Coarse-grained numerical bifurcation analysis of lattice Boltzmann models

In this paper we study the coarse-grained bifurcation analysis approach proposed by I.G. Kevrekidis and collaborators in PNAS [C. Theodoropoulos, Y.H. Qian, I.G. Kevrekidis, “Coarse” stability and bifurcation analysis using time-steppers: a reaction-diffusion example, Proc. Natl. Acad. Sci. 97 (18) (2000) 9840–9843]. We extend the results obtained in that paper for a one-dimensional FitzHugh–Nagumo lattice Boltzmann (LB) model in several ways. First, we extend the coarse-grained time stepper concept to enable the computation of periodic solutions and we use the more versatile Newton–Picard method rather than the Recursive Projection Method (RPM) for the numerical bifurcation analysis.

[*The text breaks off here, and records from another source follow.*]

def _run_schedule(site, pairs, mesh, args, out: Path):
    from reconstruct.outputs import write_json_atomic

    from .schedule import plan_schedule, schedule_summary, write_schedule_csv

    strings = len({h for h in (d.get("borehole") for _, d in pairs.graph.nodes(data=True)) if h})
    schedule = plan_schedule(pairs.graph, velocity_m_per_ns=site.rock.velocity_m_per_ns,
                             frequency_mhz=site.rock.antenna_frequency_mhz, options=_schedule_options(args),
                             hops=mesh.hops if mesh is not None else None, strings=strings)
    summary = schedule_summary(schedule)
    written = [write_schedule_csv(out / "schedule.csv", schedule),
               write_json_atomic(out / "schedule_summary.json", summary)]
    print(f"schedule: {summary['slots']} slots, record {summary['record_length_ns']:g} ns, "
          f"{summary['stacks']} stacks; acquisition {summary['survey_s'] / 60:.1f} min, time on site "
          f"{summary['time_on_site_hours']:.1f} h")
    return written


def _start(args):
    from reconstruct.cli import _check_output_folder
    from reconstruct.outputs import utc_now_iso
    from reconstruct.site import load_site

    started = utc_now_iso()
    _check_output_folder(args.out)
    return started, load_site(args.site), Path(args.out)


def _cmd_layout(args) -> int:
    started, site, out = _start(args)
    written, _ = _run_layout(site, args, out, _progress_printer(args.quiet))
    _write_manifest(out, "plan layout", {"site": args.site}, args, written, started)
    print(f"output: {out}")
    return 0


def _cmd_pairs(args) -> int:
    from reconstruct.tables import read_nodes

    started, site, out = _start(args)
    _, written = _run_pairs(site, read_nodes(args.nodes), args, out, _progress_printer(args.quiet))
    _write_manifest(out, "plan pairs", {"site": args.site, "nodes": args.nodes}, args, written, started)
    print(f"output: {out}")
    return 0


def _cmd_mesh(args) -> int:
    from reconstruct.tables import read_nodes

    started, site, out = _start(args)
    _, written = _run_mesh(site, read_nodes(args.nodes), args, out)
    _write_manifest(out, "plan mesh", {"site": args.site, "nodes": args.nodes}, args, written, started)
    print(f"output: {out}")
    return 0


def _cmd_schedule(args) -> int:
    from reconstruct.tables import read_nodes

    started, site, out = _start(args)
    nodes = read_nodes(args.nodes)
    pairs, _ = _run_pairs(site, nodes, args, out, _progress_printer(args.quiet), write=False)
    mesh = _run_mesh(site, nodes, args, out, write=False)[0] if site.radio.gateway_m is not None else None
    written = _run_schedule(site, pairs, mesh, args, out)
    _write_manifest(out, "plan schedule", {"site": args.site, "nodes": args.nodes}, args, written, started)
    print(f"output: {out}")
    return 0
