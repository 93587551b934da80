"""Oscilloscope and logger traces: CSV or text exports, sniffed, then parsed fast.

The layout is read from the first lines (:func:`sniff`): the separator (comma, semicolon,
tab or blanks), decimal commas, quoted fields, metadata lines before the header row, a
second header row of units, the time column and its unit. The sample rate comes, in this
order, from the ``rate_hz`` option, the time column, or a sample-interval (or sample-rate)
line among the metadata.

The numbers are parsed in chunks of a few megabytes, each by one vectorised pass: the
separators and line ends are located with NumPy to check that every line has the same
number of fields, and ``numpy.fromstring`` converts the whole chunk at once. A chunk that
this fast path refuses (a blank line, a word, a missing field) is parsed again line by line
by :func:`_parse_lines`, the reference, which either returns the same numbers or raises a
:class:`CaptureError` naming the line, the column and what it found. The signal columns are
kept as float32 (in memory, or beyond ``SPILL_BYTES`` in an unnamed temporary file), so
later passes read them in blocks without parsing again.
"""

from __future__ import annotations

import csv
import io
import math
import os
import re
import tempfile
import warnings
from collections.abc import Iterator, Sequence
from dataclasses import dataclass
from os import PathLike
from typing import IO

import numpy as np

from ..errors import CaptureError, ParameterError
from . import Capture, check_rate, looks_like_text
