/** Q_Linf: positive dependencies in the 3-D space of the rigid-body conditions among the rays and walls of the pyramids' fans; undefined when rays are dependent. */
function sumQuality(contacts: readonly ForceCone[], perContact: readonly number[][][], scale: number): NearestFacet | null | undefined {
  const plain = structure(contactRows(contacts, false));
  if (plain === null) return null;
  const { conditions, back } = plain;
  const m = contacts[0].edges.length;
  const rayCount = m + 1, wallCount = 2 * m;
  // Rays: the triangles' outward normals (support 0), then the base's, -n (support 1).
  const rays = contacts.map(({ edges, normal }) => [...sideNormals(edges), normal.map((x) => -x)]);
  // Walls: base edge j between triangle j and the base; apex edge j between triangles j - 1 and j.
  const wallFrom = new Int32Array(wallCount), wallTo = new Int32Array(wallCount);
  for (let j = 0; j < m; j++) {
    wallFrom[j] = j;
    wallTo[j] = m;
    wallFrom[m + j] = (j + m - 1) % m;
    wallTo[m + j] = j;
  }
  const qs = rays.map((contactRays, i) => contactRays.map((r) => imageOf(conditions, i, r)));
  const q = qs.map((images) => flat(images, 3));
  const ways = rays.map((contactRays, i) => flat(contactRays.map((r) => back(i, r)), D));
  const etas = qs.map((images) => flat(Array.from(wallFrom, (p, w) => cross(images[p], images[wallTo[w]])), 3));
  const candidates = new Candidates();
  /** u from four rays' weights; each contact reaches its rays' supports, so h(u) = (weight on base rays) / |u|. */
  const offer = (sign: number, w0: number, c0: number, r0: number, w1: number, c1: number, r1: number, w2: number, c2: number, r2: number, w3: number, c3: number, r3: number) => {
    const u = candidates.scratch.fill(0);
    addWay(u, sign * w0, ways[c0], r0, D);
    addWay(u, sign * w1, ways[c1], r1, D);
    addWay(u, sign * w2, ways[c2], r2, D);
    addWay(u, sign * w3, ways[c3], r3, D);
    const reached = sign * ((r0 === m ? w0 : 0) + (r1 === m ? w1 : 0) + (r2 === m ? w2 : 0) + (r3 === m ? w3 : 0));
    let square = 0;
    for (let j = 0; j < D; j++) square += u[j] * u[j];
    const length = Math.sqrt(square);
    candidates.offer(reached / length, length);
  };
  const others = (c: number) => [c === 0 ? 1 : 0, c === 2 ? 1 : 2];
  // A ray of a, a ray of b, a wall (p, r) of c: det(B, C, E) A - det(A, C, E) B + det(A, B, E) C - det(A, B, C) E = 0.
  const ab = new Float64Array(rayCount);
  for (let c = 0; c < 3; c++) {
    const [a, b] = others(c);
    const aEta = dots(q[a], etas[c], 3), bEta = dots(q[b], etas[c], 3);
    const qc = q[c];
    for (let k = 0; k < rayCount; k++) {
      for (let l = 0; l < rayCount; l++) {
        const x = q[a], y = q[b];
        const cx = x[3 * k + 1] * y[3 * l + 2] - x[3 * k + 2] * y[3 * l + 1];
        const cy = x[3 * k + 2] * y[3 * l] - x[3 * k] * y[3 * l + 2];
        const cz = x[3 * k] * y[3 * l + 1] - x[3 * k + 1] * y[3 * l];
        for (let r = 0; r < rayCount; r++) ab[r] = cx * qc[3 * r] + cy * qc[3 * r + 1] + cz * qc[3 * r + 2];
        for (let w = 0; w < wallCount; w++) {
          const p = wallFrom[w], r = wallTo[w];
          const w0 = bEta[l * wallCount + w], w1 = -aEta[k * wallCount + w], w2 = ab[r], w3 = -ab[p];
          const sign = signOf(w0, w1, w2, w3);
          if (Number.isNaN(sign)) return undefined;
          if (sign !== 0) offer(sign, w0, a, k, w1, b, l, w2, c, p, w3, c, r);
        }
      }
    }
  }
  // A wall (p1, r1) of b and a wall (p2, r2) of c; a's velocity 0.
  for (let a = 0; a < 3; a++) {
    const [b, c] = others(a);
    const bEta = dots(q[b], etas[c], 3), etaC = dots(etas[b], q[c], 3);
    for (let w1 = 0; w1 < wallCount; w1++) {
      const p1 = wallFrom[w1], r1 = wallTo[w1];
      for (let w2 = 0; w2 < wallCount; w2++) {
        const p2 = wallFrom[w2], r2 = wallTo[w2];
        const v0 = bEta[r1 * wallCount + w2], v1 = -bEta[p1 * wallCount + w2], v2 = etaC[w1 * rayCount + r2], v3 = -etaC[w1 * rayCount + p2];
        const sign = signOf(v0, v1, v2, v3);
        if (Number.isNaN(sign)) return undefined;
        if (sign !== 0) offer(sign, v0, b, p1, v1, b, r1, v2, c, p2, v3, c, r2);
      }
    }
  }
  // Two contacts at rest: the third's velocity spans the kernel of its conditions (both signs, supports computed in full).
  for (let c = 0; c < 3; c++) {
    const rows = conditions.map((row) => row.slice(3 * c, 3 * c + 3));
    let kernel = cross(rows[0], rows[1]);
    for (const [i, j] of [[0, 2], [1, 2]]) {
      const other = cross(rows[i], rows[j]);
      if (dot(other, other) > dot(kernel, kernel)) kernel = other;
    }
    for (const sign of [1, -1]) {
      candidates.offerExact(back(c, kernel.map((x) => sign * x)), (u) => sumSupport(perContact, u));
    }
  }
  return settle(candidates, perContact, true, scale, (u) => sumSupport(perContact, u));
}

/**
 * Q_L1 and Q_Linf with their facet normals for three point contacts with friction (cones in the
 * quality's units; `perContact` their wrenches [force, torque / L]; `scale` the largest wrench's
 * length), or null when this route does not apply: nearly dependent contact spaces or rays, or
 * a grasp whose Q_L1 is not above `closureTolerance` times the scale (not force closure).
 */
export function threeContactQualities(contacts: readonly ForceCone[], perContact: readonly number[][][], scale: number, closureTolerance: number): ThreeContactQualities | null {
  if (contacts.length !== 3) return null;
  const sum = unionQuality(contacts, perContact, scale);
  if (!sum || !(sum.distance > closureTolerance * scale)) return null;
  const max = sumQuality(contacts, perContact, scale);
  return max ? { sum, max } : null;
}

Second, we compare the obtained bifurcation diagram with the bifurcation diagrams of the corresponding macroscopic PDE and of the lattice Boltzmann model. Most importantly, we perform an extensive study of the influence of the lifting or reconstruction step on the minimal successful time step of the coarse-grained time stepper and the accuracy of the results. It is shown experimentally that this time step must often be much larger than the time it takes for the higher-order moments to become slaved by the lowest-order moment, which somewhat contradicts earlier claims.